Tuesday, November 18, 2014

2014, Day 321 - Warning

It seems like we packed in a lot of things today.  Our morning started early and after catching up on the news of the world we decided to take a walk.  The hotel we're staying at is kind of in the jungle and past a bunch of modest homes.  Along the way we saw a mongoose and a number of birds including some pretty kingfishers.  When we arrived at the bridge we stopped to take a few pictures and turned back.

On the way back to the hotel Nanda, our driver, passed us and when we all made it to the hotel we decided to start out earlier than we had initially planned.  Our first stop was a quick breakfast at a local bakery and afterwards we headed to the river to go look for wildlife.  Nanda found a guy with a boat to take us down the canal and on the way we saw water monitors, crocodiles, more kingfishers, chipmunks, cormorants, fruit bats, and supposedly some bee eaters but we didn't actually see them ourselves.  It was okay but most of these animals we had already seen on our own previously.

But despite that mild disappointment we stopped off on the way to Galle at a sea turtle conservation place.  Much like the organization in La Libertad they enlist local fishermen to collect the eggs which they in turn purchase for twenty rupees each and create new nests in a protected area.  After forty-five days the baby turtles hatch and they then keep the babies for an additional three days before they are released.  The gentleman who was showing us around said they would like to keep them longer but they have so many babies that they often run out of room. Furthermore it would not really affect the survival rate which is less than one in ten to adulthood.

The center also houses some larger sea turtles.  These are either there for educational purposes or because they had some kind of handicap that keeps them from being fit for release.  One was born missing to flippers so he cannot swim well, another was born without eyes, and they even have one albino that is beautiful but whose lack of pigment would make an easy target.  It was fun to visit and I love sea turtles so I had a great time even though we didn't get to release them like we did in El Salvador.
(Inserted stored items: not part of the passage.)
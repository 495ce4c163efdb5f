import assert from 'node:assert/strict';
import axe from 'axe-core';
import type { Page } from 'puppeteer-core';
import { scenario } from './harness.ts';
import { at, press, until, untilSolved } from './inside.ts';

interface Appearance {
  width: number;
  height: number;
  /** device pixels a CSS pixel: at 200 % zoom a window of 1280 px is 640 wide */ zoom?: number;
  media?: { name: string; value: string }[];
}
const APPEARANCES: [name: string, appearance: Appearance][] = [
  ['in light colours', { width: 1280, height: 800, media: [{ name: 'prefers-color-scheme', value: 'light' }] }],
  ['in dark colours', { width: 1280, height: 800, media: [{ name: 'prefers-color-scheme', value: 'dark' }] }],
  ['in forced colours', { width: 1280, height: 800, media: [{ name: 'forced-colors', value: 'active' }] }],
  ['360 px wide', { width: 360, height: 740 }],
  ['at 200 % zoom', { width: 640, height: 400, zoom: 2 }],
];

async function show(page: Page, { width, height, zoom = 1, media = [] }: Appearance): Promise<void> {
  await page.setViewport({ width, height, deviceScaleFactor: zoom });
  const session = await page.createCDPSession();
  await session.send('Emulation.setEmulatedMedia', { features: [...media, { name: 'prefers-reduced-motion', value: 'reduce' }] });
}

/** What the scenarios put into the page beside axe. */
interface Tools {
  axe: { run(context: unknown, options: object): Promise<{ violations: { id: string; nodes: { target: unknown; failureSummary?: string }[] }[] }> };
  everyone: { all(selector: string): HTMLElement[]; named(element: Element): string };
}

async function bring(page: Page): Promise<void> {
  await page.evaluate(axe.source);
  await page.evaluate(() => {
    /** Through every shadow tree. */
    const all = (selector: string, root: Document | ShadowRoot = document): HTMLElement[] =>
      [...root.querySelectorAll<HTMLElement>('*')].flatMap((element) => [...(element.matches(selector) ? [element] : []), ...(element.shadowRoot ? all(selector, element.shadowRoot) : [])]);
    const named = (element: Element): string => `${(element.getRootNode() as ShadowRoot).host?.localName ?? 'page'} ${element.localName}.${element.getAttribute('class') ?? ''} "${(element.getAttribute('aria-label') ?? element.textContent ?? '').trim().replace(/\s+/g, ' ').slice(0, 40)}"`;
    (window as unknown as { everyone: object }).everyone = { all: (selector: string) => all(selector), named };
  });
}

/** Everything that axe finds by WCAG 2.2 A and AA on the page as it stands; inside the open dialog, where there is one. */
function breaches(page: Page, where: string): Promise<string[]> {
  return page.evaluate(async (place) => {
    const { axe: checker, everyone } = window as unknown as Tools;
    const dialog = everyone.all('dialog').find((element) => (element as HTMLDialogElement).open && element.getBoundingClientRect().width > 0);
    const host = dialog === undefined ? null : ((dialog.getRootNode() as ShadowRoot).host ?? dialog);
    const { violations } = await checker.run(host ?? document, { runOnly: ['wcag2a', 'wcag2aa', 'wcag21a', 'wcag21aa', 'wcag22aa'], resultTypes: ['violations'] });
    return violations.map(({ id, nodes }) => `${place}: ${id}: ${nodes.slice(0, 4).map(({ target, failureSummary }) => `${JSON.stringify(target)} ${failureSummary?.replace(/\s+/g, ' ')}`).join('; ')}${nodes.length > 4 ? ` and ${nodes.length - 4} more` : ''}`);
  }, where);
}

/** Things to press that are smaller than 24 px in either direction (WCAG 2.2, 2.5.8), but for words of a link inside a sentence and what stands alone within 24 px. */
function smallTargets(page: Page, where: string): Promise<string[]> {
  return page.evaluate((place) => {
    const { everyone } = window as unknown as Tools;
    const dialog = everyone.all('dialog').find((element) => (element as HTMLDialogElement).open);
    const owner = dialog === undefined ? null : (dialog.getRootNode() as ShadowRoot).host;
    const inside = (element: Element): boolean => {
      for (let node: Node | null = element; node !== null; node = node.parentNode ?? (node as ShadowRoot).host ?? null) if (node === owner || node === dialog) return true;
      return false;
    };
    const targets = everyone
      .all('button, select, input:not([type=hidden]), textarea, summary, [role=tab], [role=option], [role=slider], [role=separator][tabindex], [role=button], [role=menuitem]')
      .filter((element) => (owner === null || inside(element)) && !(element as HTMLButtonElement).disabled && element.getAttribute('aria-hidden') !== 'true')
      .map((element) => {
        const label = element.matches('input[type=checkbox], input[type=radio], input[type=file]') ? (element.closest('label') ?? (element as HTMLInputElement).labels?.[0] ?? null) : null;
        const own = element.getBoundingClientRect();
        const outer = label?.getBoundingClientRect();
        return { element, box: outer !== undefined && outer.height * outer.width > own.height * own.width ? outer : own };
      })
      .filter(({ element, box }) => box.width > 1 && box.height > 1 && element.checkVisibility({ visibilityProperty: true, opacityProperty: true }));
    return targets
      .filter(({ box }) => box.width < 23.5 || box.height < 23.5)
      .filter(({ element, box }) => {
        // It may be smaller where a circle of 24 px around its middle touches no other.
        const [x, y] = [box.left + box.width / 2, box.top + box.height / 2];
        return targets.some((other) => other.element !== element && !element.contains(other.element) && !other.element.contains(element) && Math.hypot(Math.max(other.box.left - x, 0, x - other.box.right), Math.max(other.box.top - y, 0, y - other.box.bottom)) < 12);
      })
      .map(({ element, box }) => `${place}: ${everyone.named(element)} is ${box.width.toFixed(0)} x ${box.height.toFixed(0)} px`);
  }, where);
}

/** How far the page is wider than its window, px: a person should not have to scroll to both sides (1.4.10). */
const overflow = (page: Page): Promise<number> => page.evaluate(() => document.documentElement.scrollWidth - document.documentElement.clientWidth);

/** The tabs of the desk under the plate. */
const tabCount = async (page: Page): Promise<number> => (await at(page, ['hm-app', 'hm-desk'], (desk) => desk.shadowRoot!.querySelectorAll('[role=tab]').length)) ?? 0;

for (const [name, appearance] of APPEARANCES) {
  scenario(`The page, every panel of the desk and every dialog are accessible ${name}, with targets of 24 px`, async ({ page, open }) => {
    await show(page, appearance);
    await open();
    await untilSolved(page);
    await bring(page);
    const found: string[] = [];
    const look = async (where: string): Promise<void> => {
      found.push(...(await breaches(page, where)), ...(await smallTargets(page, where)));
      const wide = await overflow(page);
      if (wide > 0) found.push(`${where}: the page is ${wide} px wider than its window`);
    };
    await look('page');
    for (let i = 0; i < (await tabCount(page)); i++) {
      const words = await at(page, ['hm-app', 'hm-desk'], (desk, index) => {
        const tab = desk.shadowRoot!.querySelectorAll<HTMLElement>('[role=tab]')[index];
        tab.click();
        return tab.textContent!.trim();
      }, i);
      await until(`the panel of ${words}`, async () => (await at(page, ['hm-app', 'hm-desk'], (desk, index) => desk.shadowRoot!.querySelectorAll('[role=tab]')[index].getAttribute('aria-selected') === 'true', i)) === true);
      await until(`what stands in the panel of ${words}`, async () => (await at(page, ['hm-app', 'hm-desk', '[role=tabpanel]:not([hidden])'], (panel) => [...panel.children].some((child) => (child.shadowRoot?.childElementCount ?? 0) > 0))) === true);
      await new Promise((done) => setTimeout(done, 100));
      if (i > 0) await look(`panel ${words}`);
    }
    // Two dialogs are filled when they are asked for.
    for (const words of ['Starters', 'Projects']) {
      await press(page, ['hm-app', 'hm-conditions'], words);
      await until(`the dialog of ${words}`, () => page.evaluate(() => (window as unknown as Tools).everyone.all('dialog').some((dialog) => (dialog as HTMLDialogElement).open)));
      await page.keyboard.press('Escape');
    }
    const dialogs = await page.evaluate(() => (window as unknown as Tools).everyone.all('hm-dialog').length);
    assert.ok(dialogs >= 5, `${dialogs} dialogs`);
    for (let i = 0; i < dialogs; i++) {
      const heading = await page.evaluate(async (index) => {
        const dialog = (window as unknown as Tools).everyone.all('hm-dialog')[index] as HTMLElement & { show(): Promise<void>; heading: string };
        await dialog.show();
        return dialog.heading;
      }, i);
      await look(`dialog ${heading}`);
      await page.evaluate((index) => ((window as unknown as Tools).everyone.all('hm-dialog')[index] as HTMLElement & { close(): void }).close(), i);
    }
    assert.deepEqual(found, []);
  });
}

scenario('What is not accessible is found: pale words, a nameless button, targets too small and too close, a page too wide', async ({ page, open }) => {
  await open();
  await untilSolved(page);
  await bring(page);
  await at(page, ['hm-app'], (app) => {
    const planted = document.createElement('div');
    planted.innerHTML = '<p>pale</p><button></button><button class="small">a</button><button class="small">b</button><div class="wide">wide</div>';
    const sheet = new CSSStyleSheet();
    sheet.replaceSync('p { color: #ddd; background: #fff } .small { all: unset; display: inline-block; width: 10px; height: 10px } .wide { width: 3000px }');
    app.shadowRoot!.adoptedStyleSheets.push(sheet);
    app.shadowRoot!.append(planted);
  });
  const found = await breaches(page, 'planted');
  for (const id of ['color-contrast', 'button-name']) assert.ok(found.some((line) => line.includes(id)), id);
  assert.ok((await smallTargets(page, 'planted')).filter((line) => line.includes('small')).length === 2);
  assert.ok((await overflow(page)) > 1000);
});
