import { css } from 'lit';

export const styles = css`
  :host {
    display: contents;
  }
  h3 {
    font-size: 0.9375rem;
    margin: 0.9rem 0 0.35rem;
  }
  .row {
    display: flex;
    flex-wrap: wrap;
    gap: 0.4rem;
    margin: 0.35rem 0;
  }
  .row button,
  select {
    min-height: 30px;
  }
  .quiet {
    color: var(--faint);
    margin: 0;
  }
  .remark {
    font-weight: 600;
    margin: 0;
  }
  .caution {
    border-inline-start: 3px solid var(--choice);
    padding-inline-start: 0.6rem;
  }
`;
Having had my turtle fix we headed south to Galle.  There we met up with Francene's friends Monica and Jean Ann.  They were a lot of fun so drinks turned into lunch which led to wandering around Galle Fort for most of the afternoon.

The fort was started in late 16th century by the Portuguese and further reinforced by the Dutch in the 17th century.  It is a world heritage site covering some 130 acres and is considered important because of the interplay of European and Asian architecture and design.  It is positioned so well that the tsunami that hit in 2004 did little damage to the fort even though it is right of the water.

We strolled the streets taking in the architecture and the humid Sri Lankan air.  A couple shops captured our interest briefly but that was fleeting and eventually we ended up at a waterfront restaurant where we had drinks and continued chatting, mostly about travel in and around Asia.  In no time it was almost five o'clock so we decided that it was time to head back north to catch a waterfront sunset and find dinner.

Initially we had a plan for sunset but because we lost track of time we went to the fish harbor.  Fishermen lined the road selling their catch but we didn't have much time to look and with no means to cook little motivation to linger.  Instead we headed for the water and caught the end of the sunset.

That complete we asked Nanda to help us find a place to eat.  He is not really familiar with the area so we tried one place that looked to serve locals and found the menu had a number of reasonable options.  Once we finished eating we returned to our hotel to consider packing and worry about the next phase of our travels.

Tomorrow is our last day in Sri Lanka as we're catching the red eye back to Bangkok where further adventure awaits.